# severum & convicts, difference??



## shantanuparadka (Mar 26, 2010)

i was having severums few days back, but they died before my new tank get cycled. I saw convict pics which look similar to the severums. now my problem is how should i identify severum when i go to purchase it. coz now i think i was housing convicts and was thinking that it was severums.


----------



## tokyo (Jan 19, 2010)

**I have never kept either of these fish, so I am only going on what I have seen at some LFS.

I don't think it should be too difficult. I don't think they look especially similar at all actually.

For one convicts have black bars, secerums don't(unless there is a morph I don't know about. Turquoise severums kind of have some faded barring sometimes, but they are a different color than convicts, so there should be no confusion.

Convicts do have other color variants, but the standard black barred convict is most common. At least around here.

Severums also have much more sloped heads, and a taller body. This is what I would personally use to identify a severum.

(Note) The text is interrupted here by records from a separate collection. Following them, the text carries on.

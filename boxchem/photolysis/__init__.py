"""Photolysis: solar spectrum, cross sections, actinic flux, J tables, J for a mechanism.

Public entry points (imported from their modules to keep ``import boxchem`` light):

* ``boxchem.photolysis.actinic.actinic_flux`` (also ``boxchem.actinic_flux``)
* ``boxchem.photolysis.rates.PhotolysisRates``
* ``boxchem.photolysis.fitting.fit_lmn``
* ``boxchem.photolysis.spectrum.extraterrestrial_flux``, ``model_wavelength_edges``
* ``boxchem.photolysis.crosssections.cross_section_data``, ``quantum_yield_data``
"""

Size is also different, although if they are juveniles this won't be helpful. Severums grow around twice the size of convicts.


----------



## Riceburner (Sep 3, 2008)

my convicts...
Connie...mom









Marty...dad









The kids...
Marsha









Jan









Cindy









Stages
eggs




































fry


----------



## PepoLD (Dec 9, 2009)

hahaha gotta <3 that Convict family 

great pics! :thumb:


----------



## DDRE00 (Feb 5, 2010)

Great pics.

I have both of these fishes.

The temperament of these fishess are completely different imo.
Severums are shy and careful and much larger. Convicts are much quicker, violent. Swim around alot and twist and turn.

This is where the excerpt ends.